Back Health for Loggers
by Brie Weisman, Occupational Therapist with Maine LogAbility. Article published in the Fall 2021 Logger’s Voice (Volume 15, Issue 4)
Low back pain is one of the leading causes of disability, occurring in similar proportions in all cultures, interfering with the quality of life, and the ability to earn a living.
Logging is a physically demanding, dangerous job that is repetitive, mechanically jarring, and takes place on terrain that is often uneven, steep, and slippery. These conditions cause loggers to be at an increased risk for lower back pain or back injury due to overuse, sudden wrenching, or impact injuries from falls and accidents. Even those loggers remaining “safely” seated within vehicles for the workday are not immune from a lower back injury. Staying seated for prolonged periods in a vehicle or machine is a common cause of lower back pain—ask any trucker.
Although it is easy enough to see how work accidents cause back injuries, the cumulative nature of a long career in the industry is more often the source of back injuries in logging.
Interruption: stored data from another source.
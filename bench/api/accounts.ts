import { asWorker } from "@/db"
import { newId } from "@/lib/id"
import { createKey } from "@/lib/keys"

export interface BenchKey {
  readonly secret: string
  readonly account_id: string
  readonly key_id: string
}

/** Accounts with one live key each: enough that their rates together are above what this machine can serve. */
export async function createBenchKeys(count: number): Promise<BenchKey[]> {
  const keys: BenchKey[] = []
  for (let made = 0; made < count; made++) {
    const account_id = newId("account")
    await asWorker((trx) =>
      trx
        .insertInto("account")
        .values({
          id: account_id,
          slug: `bench-${account_id.slice(-20)}`,
          name: "A benchmark's account",
          plan: "brand",
          unit_cap: 1_000_000_000,
        })
        .execute(),
    )
    const { key, secret } = await createKey({
      ctx: { account_id, actor: { kind: "system", id: "bench" }, now: new Date() },
      input: { kind: "server", mode: "live", name: "Benchmark", scopes: ["calculate"] },
    })
    keys.push({ secret, account_id, key_id: key.id })
  }
  return keys
}
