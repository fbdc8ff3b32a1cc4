import { afterAll, beforeAll, describe, expect, it } from "vitest"
import { asWorker, closePools } from "@/db"
import { changePlan, keepPlan, previewPlanChange, showBilling, startCheckout } from "@/lib/billing"
import { advanceClock, customerWithCard } from "../fakes/stripe/subject"
import { takeSettings } from "../support/stack"
import { createSubscriber, type Subscriber, standInClient, until, visit } from "../support/subscriber"

beforeAll(takeSettings)
afterAll(closePools)

const DAY_S = 86_400
const billingOf = (subscriber: Subscriber) => showBilling({ ctx: subscriber.as("owner") })

/** A subscriber whose period began some days ago, by a clock of the stand-in. */
async function subscribed(plan: "storefront" | "brand", daysAgo = 10) {
  const subscriber = await createSubscriber()
  const stripe = standInClient()
  const frozen_time = Math.floor(Date.now() / 1000) - daysAgo * DAY_S
  const { id: clock } = await stripe.testHelpers.testClocks.create({ frozen_time })
  const { id: customer } = await customerWithCard(stripe, "pm_card_visa", { test_clock: clock })
  await asWorker((trx) =>
    trx
      .updateTable("account")
      .set({ stripe_customer_id: customer })
      .where("id", "=", subscriber.ctx.account_id)
      .execute(),
  )
  await visit((await startCheckout({ ctx: subscriber.as("owner"), input: { plan } })).url, { card: "pays" })
  const { subscription } = await until(async () => {
    const billing = await billingOf(subscriber)
    return billing.plan === plan && billing
  })
  return {
    subscriber,
    customer,
    clock,
    start: subscription!.current_period_start,
    end: subscription!.current_period_end,
  }
}

describe("a larger plan", () => {
  it("is paid for the rest of the period, as its preview said, and in force at once", async () => {
    const { subscriber, customer, clock, start, end } = await subscribed("storefront")
    const half = Math.floor((start.getTime() + end.getTime()) / 2000)
    await advanceClock(standInClient(), clock, half)
    const ctx = subscriber.as("owner")
    const preview = await previewPlanChange({ ctx, input: { plan: "brand", proration_date: half } })
    // Half a month of the difference of 189 and 29 US dollars.
    expect(preview).toEqual({ kind: "larger", due_minor: 8000, currency: "usd", proration_date: half })
    const changed = await changePlan({ ctx, input: { plan: "brand", proration_date: half } })
    expect(changed).toEqual({ outcome: "changed" })
    const billing = await until(async () => {
      const now = await billingOf(subscriber)
      return now.plan === "brand" && now
    })
    expect(billing.unit_cap).toBe(500_000)
    // The period, and with it the counter, is the same as before.
    expect(billing.subscription).toMatchObject({ current_period_start: start, current_period_end: end })
    const { data } = await standInClient().invoices.list({ customer, limit: 1 })
    expect(data[0]).toMatchObject({ status: "paid", total: 8000 })
  })

  it("waits for its payment when the card refuses, and comes when the invoice is paid", async () => {
    const { subscriber, customer } = await subscribed("storefront")
    const stripe = standInClient()
    const subscription = (await stripe.subscriptions.list({ customer })).data[0]!
    const failing = await stripe.paymentMethods.attach("pm_card_chargeCustomerFail", { customer })
    await stripe.subscriptions.update(subscription.id, { default_payment_method: failing.id })
    const answer = await changePlan({ ctx: subscriber.as("owner"), input: { plan: "brand" } })
    expect(answer).toMatchObject({ outcome: "payment_needed", url: expect.stringContaining("/invoice/") })
    expect(await billingOf(subscriber)).toMatchObject({ plan: "storefront", unit_cap: 50_000 })
    const good = await stripe.paymentMethods.attach("pm_card_visa", { customer })
    await stripe.subscriptions.update(subscription.id, { default_payment_method: good.id })
    const { url } = answer as { url: string }
    expect((await visit(url, {})).status).toBe(303)
    await until(async () => (await billingOf(subscriber)).plan === "brand")
  })
})

describe("a smaller plan", () => {
  it("comes with the next period and not before", async () => {
    const { subscriber, clock, end } = await subscribed("brand", 40)
    const ctx = subscriber.as("owner")
    expect(await previewPlanChange({ ctx, input: { plan: "storefront" } })).toEqual({
      kind: "smaller",
      at: end,
    })
    const asked = await changePlan({ ctx, input: { plan: "storefront" } })
    expect(asked).toEqual({ outcome: "scheduled", at: end })
    await until(async () => (await billingOf(subscriber)).subscription?.scheduled_plan === "storefront")
    expect(await billingOf(subscriber)).toMatchObject({ plan: "brand", unit_cap: 500_000 })
    await advanceClock(standInClient(), clock, end.getTime() / 1000 + 2 * 3600)
    await until(async () => (await billingOf(subscriber)).plan === "storefront")
    const billing = await billingOf(subscriber)
    expect(billing).toMatchObject({ unit_cap: 50_000, subscription: { scheduled_plan: null } })
  })

  it("can be taken back", async () => {
    const { subscriber } = await subscribed("brand")
    const ctx = subscriber.as("owner")
    await changePlan({ ctx, input: { plan: "storefront" } })
    await until(async () => (await billingOf(subscriber)).subscription?.scheduled_plan === "storefront")
    await keepPlan({ ctx })
    await until(async () => (await billingOf(subscriber)).subscription?.scheduled_plan === null)
    expect((await billingOf(subscriber)).plan).toBe("brand")
  })
})

describe("a change of plan is refused", () => {
  it("to anyone but an owner", async () => {
    const subscriber = await createSubscriber()
    for (const role of ["developer", "merchandiser", "viewer"] as const) {
      const asked = changePlan({ ctx: subscriber.as(role), input: { plan: "brand" } })
      await expect(asked).rejects.toMatchObject({ code: "forbidden" })
      await expect(keepPlan({ ctx: subscriber.as(role) })).rejects.toMatchObject({ code: "forbidden" })
    }
  })

  it("without a subscription, to the plan that it has, and while it is to end", async () => {
    const free = await createSubscriber()
    const none = changePlan({ ctx: free.as("owner"), input: { plan: "brand" } })
    await expect(none).rejects.toMatchObject({ code: "conflict" })
    const { subscriber, customer } = await subscribed("storefront")
    const same = changePlan({ ctx: subscriber.as("owner"), input: { plan: "storefront" } })
    await expect(same).rejects.toMatchObject({ code: "conflict" })
    const stripe = standInClient()
    const [running] = (await stripe.subscriptions.list({ customer })).data
    await stripe.subscriptions.update(running!.id, { cancel_at_period_end: true })
    await until(async () => (await billingOf(subscriber)).subscription?.cancel_at_period_end)
    const ending = changePlan({ ctx: subscriber.as("owner"), input: { plan: "brand" } })
    await expect(ending).rejects.toMatchObject({ code: "conflict" })
  })
})
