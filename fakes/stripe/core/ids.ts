import { randomBytes } from "node:crypto"

const ALPHABET = "ABCDEFGHIJKLMNOPQRSTUVWXYZabcdefghijklmnopqrstuvwxyz0123456789"

/** `prefix_` and 24 random letters and digits. */
export function newId(prefix: string): string {
  return `${prefix}_${[...randomBytes(24)].map((byte) => ALPHABET[byte % ALPHABET.length]).join("")}`
}
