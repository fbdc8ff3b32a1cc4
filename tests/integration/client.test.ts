import { beforeAll, describe, expect, it } from "vitest"
import { createTarnwrightClient } from "@/openapi/client"
import { createTestAccount } from "../support/account"
import { stack, takeSettings } from "../support/stack"

// What is written here is compiled against the document by `npm run check`: a name that is wrong fails there.

let tarnwright: ReturnType<typeof createTarnwrightClient>

beforeAll(async () => {
  takeSettings()
  const { secret } = await (await createTestAccount()).key({ scopes: ["calculate", "reports"] })
  tarnwright = createTarnwrightClient({ origin: stack().appUrl, key: secret })
})

describe("the typed client", () => {
  it("calculates", async () => {
    const { data, response } = await tarnwright.POST("/carbonate/co2", { body: { ph: 6.8, kh_dkh: 4 } })
    expect(data?.result.co2_mg_l).toBeCloseTo(21, 0)
    expect(data?.result.level).toBe("in_range")
    expect(response.headers.get("tarnwright-units")).toBe("1")
  })

  it("gives a problem in its own type", async () => {
    const { data, error } = await tarnwright.POST("/carbonate/co2", { body: { ph: 66, kh_dkh: 4 } })
    expect(data).toBeUndefined()
    expect(error?.code).toBe("validation_failed")
    expect(error?.errors?.[0]?.pointer).toBe("/ph")
  })

  it("stores, reads and lists", async () => {
    const { data: made } = await tarnwright.POST("/reports", {
      body: { kind: "carbonate_co2", input: { ph: 6.8, kh_dkh: 4 }, title: "By the client" },
    })
    const report_id = made?.id ?? ""
    const { data: read } = await tarnwright.GET("/reports/{report_id}", { params: { path: { report_id } } })
    expect(read?.title).toBe("By the client")
    const { data: list } = await tarnwright.GET("/reports", { params: { query: { limit: 1 } } })
    expect(list?.data.map(({ id }) => id)).toEqual([report_id])
  })

  it("refuses, when it is compiled, a field that the document does not have", () => {
    const wrong = () =>
      // @ts-expect-error: the unit belongs to the name
      tarnwright.POST("/carbonate/co2", { body: { ph: 6.8, kh: 4 } })
    expect(wrong).toBeTypeOf("function")
  })
})
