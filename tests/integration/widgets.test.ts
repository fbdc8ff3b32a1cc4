import type { Agent } from "node:http"
import request from "supertest"
import { beforeAll, describe, expect, it } from "vitest"
import { withTenant } from "@/db"
import { createWidget, listWidgets, updateWidget, verifySessionToken, type WidgetRow } from "@/lib/widgets"
import { createTestAccount, type TestAccount } from "../support/account"
import { ownAddress } from "../support/address"
import { stack, takeSettings } from "../support/stack"

const shop = "https://shop.example"

beforeAll(() => takeSettings())

function makeWidget(
  { ctx }: TestAccount,
  more: { settings?: Record<string, unknown> } = {},
): Promise<WidgetRow> {
  return createWidget({ ctx, input: { calculator: "co2-level", name: "Reactors", origins: [shop], ...more } })
}

function openSession(widget_id: string, origin: string | null, body: object = {}) {
  const call = request(stack().appUrl)
    .post(`/api/v1/widgets/${widget_id}/sessions`)
    .agent(ownAddress())
    .send(body)
  return origin ? call.set("origin", origin) : call
}

function readSettings(widget_id: string, origin: string) {
  return request(stack().appUrl).get(`/api/v1/widgets/${widget_id}/settings`).set("origin", origin)
}

function ledgerOf({ ctx }: TestAccount) {
  return withTenant(ctx.account_id, (trx) =>
    trx.selectFrom("usage_event").select(["key_id", "operation", "units"]).orderBy("id").execute(),
  )
}

describe("200: a session of a widget", () => {
  it("costs two units, once, and names the widget, the account and the page", async () => {
    const account = await createTestAccount()
    const widget = await makeWidget(account)
    const { body, headers } = await openSession(widget.id, shop).expect(200)
    expect(body).toMatchObject({ expires_in_s: 600, calculator: "co2-level", credit_line: false })
    expect(headers["tarnwright-units"]).toBe("2")
    expect(headers["access-control-allow-origin"]).toBe(shop)
    expect(headers["access-control-allow-credentials"]).toBeUndefined()
    expect(headers["set-cookie"]).toBeUndefined()
    expect(await ledgerOf(account)).toEqual([{ key_id: widget.id, operation: "openWidgetSession", units: 2 }])
    expect(await verifySessionToken(body.token, shop, new Date())).toEqual({
      widget_id: widget.id,
      account_id: account.ctx.account_id,
      origin: shop,
      session_id: expect.any(String),
    })
  })

  it("may be opened by the framed form, whose page is ours", async () => {
    const account = await createTestAccount()
    const widget = await makeWidget(account)
    await openSession(widget.id, new URL(stack().appUrl).origin).expect(200)
  })
})

describe("200: the settings of a widget", () => {
  it("are free, and what the retailer chose with the rest filled in", async () => {
    const account = await createTestAccount({ plan: "nano" })
    const link = { label: "Ask us", url: `${shop}/advice` }
    const widget = await makeWidget(account, { settings: { kh_unit: "kh_meq_l", start: { ph: 7.2 }, link } })
    const { body, headers } = await readSettings(widget.id, shop).expect(200)
    expect(body).toEqual({
      calculator: "co2-level",
      settings: {
        language: "page",
        theme: "page",
        kh_unit: "kh_meq_l",
        temperature_unit: "c",
        start: { ph: 7.2 },
        link,
        enquiries: null,
        statistics: true,
      },
      credit_line: true,
    })
    expect(headers["access-control-allow-origin"]).toBe(shop)
    expect(await ledgerOf(account)).toEqual([])
  })

  it("follow a change at once", async () => {
    const account = await createTestAccount()
    const widget = await makeWidget(account)
    await readSettings(widget.id, shop).expect(200)
    await updateWidget({ ctx: account.ctx, input: { widget_id: widget.id, settings: { language: "de" } } })
    const { body } = await readSettings(widget.id, shop).expect(200)
    expect(body.settings.language).toBe("de")
  })
})

describe("429: a flood of sessions", () => {
  it("is refused to the address it comes from, after ten in a minute, and to no other", async () => {
    const account = await createTestAccount()
    const widget = await makeWidget(account)
    const address = ownAddress()
    const open = (from: Agent) =>
      request(stack().appUrl)
        .post(`/api/v1/widgets/${widget.id}/sessions`)
        .agent(from)
        .set("origin", shop)
        .send({})
    for (let count = 0; count < 10; count += 1) await open(address).expect(200)
    const { body, headers } = await open(address).expect(429)
    expect(body.code).toBe("rate_limited")
    expect(Number(headers["retry-after"])).toBeGreaterThan(0)
    expect(headers["access-control-allow-origin"]).toBe(shop)
    expect(await ledgerOf(account)).toHaveLength(10)
    await open(ownAddress()).expect(200)
  })
})

describe("402, 403, 404, 422: a session that is refused costs nothing", () => {
  it.each([
    ["another origin", "https://other.example"],
    ["a name that begins like the shop's", "https://shop.example.evil.example"],
    ["another scheme", "http://shop.example"],
    ["a sandboxed frame", "null"],
    ["no origin at all", null],
  ])("from %s", async (_, origin) => {
    const account = await createTestAccount()
    const widget = await makeWidget(account)
    const { status, body, headers } = await openSession(widget.id, origin)
    expect([status, body.code]).toEqual([403, "origin_not_allowed"])
    expect(headers["access-control-allow-origin"]).toBeUndefined()
    expect(await ledgerOf(account)).toEqual([])
  })

  it("for a widget that was switched off, within 2 s, and that is not told from one that never was", async () => {
    const account = await createTestAccount()
    const widget = await makeWidget(account)
    await openSession(widget.id, shop).expect(200)
    await updateWidget({ ctx: account.ctx, input: { widget_id: widget.id, disabled: true } })
    const off = Date.now()
    for (;;) {
      const { status, body } = await openSession(widget.id, shop)
      if (status === 404) {
        const never = await openSession("wdgt_01kbc0x7qzf0ra2w6v8n4m3h5t", shop).expect(404)
        expect(body.detail).toBe(never.body.detail)
        break
      }
      expect(Date.now() - off).toBeLessThan(2_000)
    }
  })

  it("for an account whose units are used up, with the page allowed to read why", async () => {
    const account = await createTestAccount({ unit_cap: 3 })
    const widget = await makeWidget(account)
    await openSession(widget.id, shop).expect(200)
    const { body, headers } = await openSession(widget.id, shop).expect(402)
    expect(body.code).toBe("quota_reached")
    expect(headers["access-control-allow-origin"]).toBe(shop)
    expect(await ledgerOf(account)).toHaveLength(1)
  })

  it("for a body with a field that is not known", async () => {
    const account = await createTestAccount()
    const widget = await makeWidget(account)
    const { body } = await openSession(widget.id, shop, { units: 0 }).expect(422)
    expect(body.errors[0].pointer).toBe("/units")
    expect(await ledgerOf(account)).toEqual([])
  })
})

describe("the preflight of a session", () => {
  it("lets a page ask, without a cookie", async () => {
    const { headers } = await request(stack().appUrl)
      .options("/api/v1/widgets/wdgt_01kbc0x7qzf0ra2w6v8n4m3h5t/sessions")
      .set("origin", shop)
      .set("access-control-request-method", "POST")
      .set("access-control-request-headers", "content-type")
      .expect(204)
    expect(headers["access-control-allow-headers"]?.toLowerCase()).toContain("content-type")
    expect(headers["access-control-allow-credentials"]).toBeUndefined()
  })
})

describe("the widgets of an account", () => {
  it("are seen by no other account", async () => {
    const [mine, theirs] = [await createTestAccount(), await createTestAccount()]
    const widget = await makeWidget(mine)
    expect(await listWidgets(theirs)).toEqual([])
    const change = updateWidget({ ctx: theirs.ctx, input: { widget_id: widget.id, name: "Taken" } })
    await expect(change).rejects.toMatchObject({ code: "not_found" })
    expect(await listWidgets(mine)).toMatchObject([{ id: widget.id, name: "Reactors" }])
  })

  it("are as many as the plan includes, also when two are made at once", async () => {
    const account = await createTestAccount({ plan: "nano" })
    const outcomes = await Promise.allSettled([makeWidget(account), makeWidget(account)])
    expect(outcomes.map(({ status }) => status).sort()).toEqual(["fulfilled", "rejected"])
    expect(outcomes.find(({ status }) => status === "rejected")).toMatchObject({
      reason: { code: "plan_limit_reached" },
    })
    const [widget] = await listWidgets(account)
    await updateWidget({ ctx: account.ctx, input: { widget_id: widget!.id, disabled: true } })
    await makeWidget(account)
    const again = updateWidget({ ctx: account.ctx, input: { widget_id: widget!.id, disabled: false } })
    await expect(again).rejects.toMatchObject({ code: "plan_limit_reached" })
  })

  it.each([
    ["an origin with a path", { origins: [`${shop}/page`] }, "/origins/0"],
    ["no origin", { origins: [] }, "/origins"],
    ["an empty name", { name: " " }, "/name"],
    ["a start beyond the quantity's bounds", { settings: { start: { ph: 19 } } }, "/settings/start/ph"],
    ["a start of no quantity", { settings: { start: { colour: 1 } } }, "/settings/start/colour"],
    [
      "a link that leads away from the shop",
      { settings: { link: { label: "x", url: "https://other.example/" } } },
      "/settings/link/url",
    ],
    [
      "a privacy page that is not the shop's",
      { settings: { enquiries: { privacy_url: "https://other.example/privacy" } } },
      "/settings/enquiries/privacy_url",
    ],
    [
      "a link that is a script",
      { settings: { link: { label: "x", url: "javascript:alert(1)" } } },
      "/settings/link/url",
    ],
    ["a setting that is not known", { settings: { html: "<b>" } }, "/settings"],
  ])("refuse %s", async (_, wrong, pointer) => {
    const { ctx } = await createTestAccount()
    const input = { calculator: "co2-level", name: "Reactors", origins: [shop], ...wrong } as const
    await expect(createWidget({ ctx, input })).rejects.toMatchObject({
      code: "validation_failed",
      errors: [{ pointer }],
    })
  })

  it("write each change into the audit trail", async () => {
    const account = await createTestAccount()
    const widget = await makeWidget(account)
    await updateWidget({ ctx: account.ctx, input: { widget_id: widget.id, name: "Diffusers" } })
    const acts = await withTenant(account.ctx.account_id, (trx) =>
      trx.selectFrom("audit_log").select(["action", "target"]).orderBy("id").execute(),
    )
    expect(acts).toEqual([
      { action: "widget.created", target: widget.id },
      { action: "widget.changed", target: widget.id },
    ])
  })
})

describe("the framed form", () => {
  const page = (widget_id: string, query = "") => request(stack().appUrl).get(`/embed/${widget_id}${query}`)

  it("may be framed by the widget's origins and our own, and by nobody else", async () => {
    const account = await createTestAccount()
    const widget = await makeWidget(account)
    const { headers, text } = await page(widget.id, `?parent=${encodeURIComponent(shop)}`).expect(200)
    const policies = headers["content-security-policy"]!.split("; ")
    expect(policies).toContain(`frame-ancestors 'self' ${shop}`)
    expect(policies).toContain("script-src 'self'")
    expect(headers["x-frame-options"]).toBeUndefined()
    expect(text).toContain(`data-parent="${shop}"`)
  })

  it("tells its height to no page that is not on the list", async () => {
    const account = await createTestAccount()
    const widget = await makeWidget(account)
    const { text } = await page(widget.id, "?parent=https://other.example").expect(200)
    expect(text).not.toContain("data-parent")
    expect(text).not.toContain("other.example")
  })

  it("writes what it is given as text", async () => {
    const account = await createTestAccount()
    const label = `"><img src=x onerror=alert(1)>`
    const widget = await makeWidget(account, { settings: { link: { label, url: `${shop}/` } } })
    const { text } = await page(widget.id, `?lang=${encodeURIComponent(`en"><script>alert(1)</script>`)}`)
    expect(text).not.toContain("<img")
    expect(text).not.toContain("<script>alert")
  })

  it("cannot be framed where there is no widget", async () => {
    const { headers } = await page("wdgt_01kbc0x7qzf0ra2w6v8n4m3h5t").expect(404)
    expect(headers["content-security-policy"]).toContain("frame-ancestors 'none'")
  })
})

describe("the bundles", () => {
  const get = (path: string) => request(stack().appUrl).get(path)

  it("may be loaded by every page; what has its hash in its address never changes", async () => {
    const loader = await get("/w/v1/loader.js").expect(200)
    expect(loader.headers["access-control-allow-origin"]).toBe("*")
    expect(loader.headers["cache-control"]).toBe("public, max-age=300")
    expect(loader.headers["content-type"]).toContain("javascript")
    const { body: manifest } = await get("/w/manifest.json").expect(200)
    for (const part of [manifest.loader, ...manifest.parts, ...manifest.catalogues]) {
      const { headers } = await get(part.path).expect(200)
      expect(headers["access-control-allow-origin"]).toBe("*")
      expect(headers["cache-control"]).toBe("public, max-age=31536000, immutable")
    }
  })
})
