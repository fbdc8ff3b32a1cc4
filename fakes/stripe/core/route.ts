import type { z } from "zod"
import type { Fake } from "./fake"
import { parse } from "./params"

export interface Call<Params> {
  fake: Fake
  params: Params
  /** Values of the `:name` parts of the path. */
  path: Record<string, string>
}

export interface Route {
  method: "GET" | "POST" | "DELETE"
  path: string
  run(fake: Fake, values: unknown, path: Record<string, string>): object
}

/** Declares one operation of the API: parameters by schema, answer by a synchronous function. */
export function route<Schema extends z.ZodType>(
  method: Route["method"],
  path: string,
  schema: Schema,
  handle: (call: Call<z.output<Schema>>) => object,
): Route {
  return {
    method,
    path,
    run: (fake, values, parts) => handle({ fake, params: parse(schema, values), path: parts }),
  }
}

/** The route for a call, and the values in its path. Literal parts win over `:name` parts. */
export function match(
  routes: readonly Route[],
  method: string,
  pathname: string,
): { route: Route; path: Record<string, string> } | undefined {
  const parts = pathname.split("/")
  const candidates = routes
    .filter((route) => route.method === method)
    .map((route) => ({ route, path: valuesIn(route.path.split("/"), parts) }))
    .filter((candidate) => candidate.path !== undefined)
    .sort((a, b) => Object.keys(a.path!).length - Object.keys(b.path!).length)
  const best = candidates[0]
  return best && { route: best.route, path: best.path! }
}

function valuesIn(pattern: string[], parts: string[]): Record<string, string> | undefined {
  if (pattern.length !== parts.length) return undefined
  const values: Record<string, string> = {}
  for (const [index, expected] of pattern.entries()) {
    const actual = parts[index]!
    if (expected.startsWith(":") && actual !== "") values[expected.slice(1)] = decodeURIComponent(actual)
    else if (expected !== actual) return undefined
  }
  return values
}
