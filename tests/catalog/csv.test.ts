import { describe, expect, it } from "vitest"
import { csvColumns, readCsv } from "@/lib/catalog/csv"
import { itemErrors } from "@/lib/catalog/item"

const header =
  "kind,name,sku,price,currency,max_flow_l_h,max_head_m,pump_curve,body_diameter_mm,body_length_mm,method,max_volume_l"

describe("a catalogue's CSV", () => {
  it("gives its items, quoted names and curves among them", () => {
    const { items, errors } = readCsv(
      [
        header,
        'filter,"Canister ""Fern"", 1000",FH-1,189.00,USD,1000,1.6,,,,,',
        "filter,Measured canister,FH-2,,,,,0:1.6;500:1.2;1000:0,,,,",
        "reactor,Tube 60,FH-3,,,,,,60,350,,",
        "diffuser,Ceramic disc,FH-4,,,,,,,,diffuser,120",
      ].join("\r\n"),
    )
    expect(errors).toEqual([])
    expect(items.map(({ item }) => item)).toMatchObject([
      {
        kind: "filter",
        name: 'Canister "Fern", 1000',
        sku: "FH-1",
        price_minor: 18_900,
        currency: "USD",
        attributes: { max_flow_l_h: 1000, max_head_m: 1.6 },
      },
      {
        attributes: {
          pump_curve: [
            { flow_l_h: 0, head_m: 1.6 },
            { flow_l_h: 500, head_m: 1.2 },
            { flow_l_h: 1000, head_m: 0 },
          ],
        },
      },
      { kind: "reactor", attributes: { body_diameter_mm: 60, body_length_mm: 350 } },
      { kind: "diffuser", attributes: { method: "diffuser", max_volume_l: 120 } },
    ])
  })

  it.each([
    ["pump,Name,,,,,,,,,,", "kind"],
    ["filter,,,,,1000,1.6,,,,,", "name"],
    ["filter,Name,,,,a lot,1.6,,,,,", "max_flow_l_h"],
    ["filter,Name,,,,1000,60,,,,,", "max_head_m"],
    ["filter,Name,,,,1000,,,,,,", "pump_curve"],
    ["filter,Name,,,,,,0:1.6,,,,", "pump_curve"],
    ["filter,Name,,12,,1000,1.6,,,,,", "currency"],
    ["filter,Name,,,,1000,1.6,,60,,,", "body_diameter_mm"],
    ["reactor,Name,,,,,,,60,,,", "body_length_mm"],
    ["diffuser,Name,,,,,,,,,over there,120", "method"],
  ])("tells what is wrong with %s in the column %s", (line, column) => {
    const { items, errors } = readCsv(`${header}\n${line}\n`)
    expect(items).toEqual([])
    expect(errors.map((error) => [error.row, error.column])).toEqual([[2, column]])
    expect(errors[0]?.detail).toMatch(/^[A-Z"].*\.$/)
  })

  it("tells of a sku that stands twice, and keeps the first", () => {
    const { items, errors } = readCsv(`${header}\nreducer,One,A,,,,,,,,,\nreducer,Two,A,,,,,,,,,\n`)
    expect(items).toHaveLength(1)
    expect(errors).toEqual([{ row: 3, column: "sku", value: "A", detail: "Row 2 has the same sku." }])
  })

  it("refuses unknown columns, too many rows, and what is no CSV", () => {
    expect(() => readCsv("kind,name,colour\nother,A,red\n")).toThrow("colour")
    expect(() => readCsv(`kind,name\n${"other,A\n".repeat(5_001)}`)).toThrow("5000 rows")
    expect(() => readCsv('kind,name\n"other,A\n')).toThrow("cannot be read as CSV")
    expect(() => readCsv("name\nA\n")).toThrow("kind and name")
  })

  it("has the columns of every kind once", () => {
    expect(new Set(csvColumns).size).toBe(csvColumns.length)
    expect(csvColumns).toContain("cylinder_mass_g")
  })
})

describe("an item", () => {
  it("may not carry a number that its kind does not have", () => {
    expect(itemErrors({ kind: "reducer", name: "Reducer", attributes: { k: 1 } })).toMatchObject([
      { pointer: "/attributes/k" },
    ])
  })

  it("links to https alone", () => {
    const item = { kind: "other" as const, name: "Part", attributes: {} }
    expect(itemErrors({ ...item, url: "https://shop.example/a" })).toEqual([])
    expect(itemErrors({ ...item, url: "javascript:alert(1)" })).toMatchObject([{ pointer: "/url" }])
  })
})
There are simple, effective techniques to address back pain that take very little time or money.
- Limit bending, twisting, and lifting. Elevate work space, when feasible, to reduce bending and keep the back as straight as possible. Instead of twisting to do a task, face the item with feet pointed in the direction of the task. Install swivel seats in equipment; select a seat that can easily be locked in place.
Avoid lifting heavy items, when possible, by sliding or dragging them along or using a wheelbarrow, cart, or mechanical advantage. When lifting use proper posture and technique. Protect your back muscles by squatting with a straight posture and lifting with your legs, holding items close to your chest. Instead of carrying heavy gear by hand for long distances use a backpack. There are external frames designed to carry hard-cased toolboxes, or the backpack frames can be modified to carry bulky items.
- Vibration issues. Working machinery often increases the risk of vibration injuries that can lead to numbness in limbs as well as back complaints. Use anti-vibration gloves, cushioned seat, mats to reduce strain.
- Stretch and rest breaks: Implement a short, daily stretching or core strengthening program. Take stretch breaks throughout the day, especially when sore or stiff. A rest break from repetitive activities or maintaining the same position, such as sitting in a cab, is also helpful in itself.
- Keep fit: Obesity increases the risk of back pain. Extra weight increases the strain of the musculoskeletal system, making overweight workers markedly more susceptible to injury. Increase core exercises to strengthen the abdomen and reduce strain on back muscles in maintaining posture and carry loads. Talk to your Primary Care Provider about a routine that is right for you.
While some measure of discomfort is inevitable in any strenuous work, ignoring back pain is as reckless as ignoring strange engine noises. Minor back pains, aches, and stiffness are the body’s warning gauges, and we ignore them at our own peril. Knowing how to respond to them is the key to back health.